Saved entries
====

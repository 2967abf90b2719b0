package mixing

import (
	"bytes"
	"encoding/json"
	"errors"
	"math"
	"math/rand/v2"
	"strings"
	"testing"

	"github.com/antipode-color/antipode/cie"
	"github.com/antipode-color/antipode/colorimetry"
	"github.com/antipode-color/antipode/colorimetry/specio"
	"gonum.org/v1/gonum/floats/scalar"
)

// TestHalftoneOneInk checks the one-ink equations against identities
// that hold by their definitions and against the limits of the power mean.
func TestHalftoneOneInk(t *testing.T) {
	t.Parallel()
	for _, c := range []struct {
		name             string
		got, want, tol   float64
		source           string
		absolute, strict bool
	}{
		// n = 1 reduces Yule–Nielsen to Murray–Davies (Yule & Nielsen 1951,
		// by the equation; to rounding of the powers).
		{name: "n=1 a=0.3", got: YuleNielsen(0.85, 0.05, 0.3, 1), want: MurrayDavies(0.85, 0.05, 0.3), tol: 1e-15},
		{name: "n=1 a=0.77", got: YuleNielsen(0.9, 0.12, 0.77, 1), want: MurrayDavies(0.9, 0.12, 0.77), tol: 1e-15},
		// The ends give paper and solid exactly (Murray 1936, the equation).
		{name: "a=0", got: YuleNielsen(0.85, 0.05, 0, 2.3), want: 0.85, tol: 0},
		{name: "a=1", got: YuleNielsen(0.85, 0.05, 1, 2.3), want: 0.05, tol: 0},
		{name: "MD a=0", got: MurrayDavies(0.85, 0.05, 0), want: 0.85, tol: 0},
		{name: "MD a=1", got: MurrayDavies(0.85, 0.05, 1), want: 0.05, tol: 0},
		// n → ∞: the power mean tends to the geometric mean,
		// paper^(1−a)·solid^a (Hardy, Littlewood and Pólya, Inequalities,
		// 1934, §2.3: from memory); the error is O(1/n), 1e-5 at n = 1e6.
		{name: "n→∞", got: YuleNielsen(0.85, 0.05, 0.4, 1e6), want: math.Pow(0.85, 0.6) * math.Pow(0.05, 0.4), tol: 1e-5},
		// Worked by hand from the equation: [(0.5·0.81^(1/2) + 0.5·0.01^(1/2)]²
		// = (0.45 + 0.05)² = 0.25.
		{name: "n=2 by hand", got: YuleNielsen(0.81, 0.01, 0.5, 2), want: 0.25, tol: 1e-15},
	} {
		if !scalar.EqualWithinAbsOrRel(c.got, c.want, c.tol, c.tol) {
			t.Errorf("%s: got %.17g, want %.17g (tol %g)", c.name, c.got, c.want, c.tol)
		}
	}
	// The power mean falls as its exponent 1/n falls (power-mean
	// inequality, Hardy, Littlewood and Pólya 1934, §2.9: from memory), so
	// the Yule–Nielsen reflectance falls as n rises.
	prev := math.Inf(1)
	for _, n := range []float64{1, 1.2, 1.7, 2.5, 4, 7, 10} {
		r := YuleNielsen(0.88, 0.03, 0.45, n)
		if !(r < prev) {
			t.Errorf("n %g: R %g not below %g", n, r, prev)
		}
		prev = r
	}
}
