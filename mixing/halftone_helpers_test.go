package mixing

import (
	"fmt"
	"math"
	"math/rand/v2"
	"testing"

	"github.com/antipode-color/antipode/colorimetry"
)

// Synthetic presses for the halftone tests: invented ink absorbance bands
// and a paper, from which primaries are made by multiplying transmittances
// (a made-up but smooth way to get overprints), and tints by the
// Yule–Nielsen–Neugebauer model itself with a known n and known dot-gain
// curves, plus seeded noise. Not reference data: the fits are checked
// for recovering the parameters the data were made with.

// htGrid is the tests' grid, 400–700 nm at 10 nm.
var htGrid = colorimetry.Grid{Start: 400, Step: 10, N: 31}

// htBand is an ink's absorbance: Gaussian bands (centre, sigma, height) on
// a floor.
type htBand struct {
	name  string
	floor float64
	bands [][3]float64
}

// htInkSet holds the invented inks: cyan, magenta, yellow, black, and an
// orange spot ink.
var htInkSet = map[string]htBand{
	"c":      {"c", 0.04, [][3]float64{{630, 55, 1.25}, {560, 40, 0.25}}},
	"m":      {"m", 0.03, [][3]float64{{535, 40, 1.2}, {450, 30, 0.15}}},
	"y":      {"y", 0.02, [][3]float64{{440, 35, 1.1}}},
	"k":      {"k", 0.95, [][3]float64{{550, 200, 0.1}}},
	"orange": {"orange", 0.02, [][3]float64{{480, 45, 1.1}}},
}

// htAbsorbance returns an ink's absorbance at nm.
func htAbsorbance(ink string, nm float64) float64 {
	b := htInkSet[ink]
	a := b.floor
	for _, x := range b.bands {
		d := (nm - x[0]) / x[1]
		a += x[2] * math.Exp(-0.5*d*d)
	}
	return a
}

// htPaper returns the invented paper's reflectance: about 0.88, slightly
// bluish.
func htPaper(nm float64) float64 {
	d := (nm - 450) / 40
	return 0.86 + 0.03*math.Exp(-0.5*d*d) - 0.05*math.Exp(-(nm-400)/15)
}

// htPrimaries returns the 2^k primaries of the inks on htGrid.
func htPrimaries(t testing.TB, inks []string) []colorimetry.Spectrum {
	t.Helper()
	out := make([]colorimetry.Spectrum, 1<<len(inks))
	for p := range out {
		v := make([]float64, htGrid.N)
		for j := range v {
			nm := htGrid.Wavelength(j)
			a := 0.0
			for i, ink := range inks {
				if p&(1<<i) != 0 {
					a += htAbsorbance(ink, nm)
				}
			}
			// Double pass through the ink film.
			v[j] = htPaper(nm) * math.Pow(10, -2*a)
		}
		s, err := colorimetry.NewSpectrumOnGrid(htGrid, v, colorimetry.Options{})
		if err != nil {
			t.Fatal(err)
		}
		out[p] = s
	}
	return out
}

// htTrueGain returns a dot-gain curve e = 1 − (1 − a)^γ through 19 knots,
// the "true" curve of a synthetic press (gain at 50 %: 1 − 0.5^γ − 0.5).
func htTrueGain(t testing.TB, gamma float64) DotGain {
	t.Helper()
	var nom, eff []float64
	for s := 0; s <= 18; s++ {
		a := float64(s) / 18
		nom = append(nom, a)
		eff = append(eff, 1-math.Pow(1-a, gamma))
	}
	d, err := NewDotGain(nom, eff)
	if err != nil {
		t.Fatal(err)
	}
	return d
}

// htTrueEffective is the exact true curve.
func htTrueEffective(gamma, a float64) float64 { return 1 - math.Pow(1-a, gamma) }

// htPress is a synthetic press: its true model and the parameters.
type htPress struct {
	inks   []string
	n      []float64
	gammas []float64
	model  *Halftone
}

// htNewPress builds the true model of a synthetic press.
func htNewPress(t testing.TB, inks []string, n []float64, gammas []float64, tac float64) htPress {
	t.Helper()
	gains := make([]DotGain, len(inks))
	for i := range inks {
		gains[i] = htTrueGain(t, gammas[i])
	}
	m, err := NewHalftone(htGrid, inks, htPrimaries(t, inks), n, gains, tac)
	if err != nil {
		t.Fatal(err)
	}
	return htPress{inks: inks, n: n, gammas: gammas, model: m}
}

// htLevelsPct are the ramp levels of the synthetic charts, percent.
var htLevelsPct = []float64{5, 10, 20, 30, 40, 50, 60, 70, 80, 90, 95}

// chart returns the calibration patches of the press: every primary, a
// ramp per ink at htLevelsPct, and overprint tints (the last ones held
// out), each with Gaussian reflectance noise of standard deviation
// sigma·(0.2 + R) from the seed.
func (p htPress) chart(t testing.TB, sigma float64, seed uint64) []HalftoneSample {
	t.Helper()
	rng := rand.New(rand.NewPCG(seed, 7))
	k := len(p.inks)
	var out []HalftoneSample
	add := func(name string, nom []float64, held bool) {
		r := p.model.ReflectanceTo(make([]float64, htGrid.N), nom)
		for j := range r {
			// Spectrophotometer-like noise: a floor plus a part
			// proportional to the signal.
			r[j] += sigma * (0.2 + r[j]) * rng.NormFloat64()
		}
		s, err := colorimetry.NewSpectrumOnGrid(htGrid, r, colorimetry.Options{})
		if err != nil {
			t.Fatal(err)
		}
		var am []Amount
		for i, a := range nom {
			am = append(am, Amount{Name: p.inks[i], Value: a})
		}
		out = append(out, HalftoneSample{Name: name, Coverages: am, Reflectance: s, HeldOut: held, Place: fmt.Sprintf("synthetic:%d", len(out)+1)})
	}
	for mask := range 1 << k {
		nom := make([]float64, k)
		for i := range k {
			if mask&(1<<i) != 0 {
				nom[i] = 1
			}
		}
		add(PrimaryName(p.inks, mask), nom, false)
	}
	for i, ink := range p.inks {
		for _, l := range htLevelsPct {
			nom := make([]float64, k)
			nom[i] = l / 100
			add(fmt.Sprintf("%s%g", ink, l), nom, false)
		}
	}
	// Overprint tints: a few fixed mixes, half of them held out.
	mixes := [][]float64{{0.4, 0.3, 0.3, 0.1}, {0.2, 0.6, 0.1, 0}, {0.7, 0.1, 0.5, 0.2}, {0.5, 0.5, 0, 0.3},
		{0.3, 0.25, 0.25, 0}, {0.6, 0.45, 0.45, 0.05}, {0.1, 0.8, 0.7, 0}, {0.85, 0.2, 0.1, 0.4}}
	for q, mix := range mixes {
		if k == 1 {
			break
		}
		nom := append([]float64(nil), mix[:k]...)
		add(fmt.Sprintf("mix%d", q+1), nom, q%2 == 1)
	}
	return out
}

====

EXERCISE GOAL
Copy out only the lines of the records above from the one with "as n rises." through the one with "were made with.", exactly as they stand, both included.

SOLUTION TO THE PROBLEM
	// the Yule–Nielsen reflectance falls as n rises.
	prev := math.Inf(1)
	for _, n := range []float64{1, 1.2, 1.7, 2.5, 4, 7, 10} {
		r := YuleNielsen(0.88, 0.03, 0.45, n)
		if !(r < prev) {
			t.Errorf("n %g: R %g not below %g", n, r, prev)
		}
		prev = r
	}
}
filename mixing/halftone_helpers_test.go
package mixing

import (
	"fmt"
	"math"
	"math/rand/v2"
	"testing"

	"github.com/antipode-color/antipode/colorimetry"
)

// Synthetic presses for the halftone tests: invented ink absorbance bands
// and a paper, from which primaries are made by multiplying transmittances
// (a made-up but smooth way to get overprints), and tints by the
// Yule–Nielsen–Neugebauer model itself with a known n and known dot-gain
// curves, plus seeded noise. Not reference data: the fits are checked
// for recovering the parameters the data were made with.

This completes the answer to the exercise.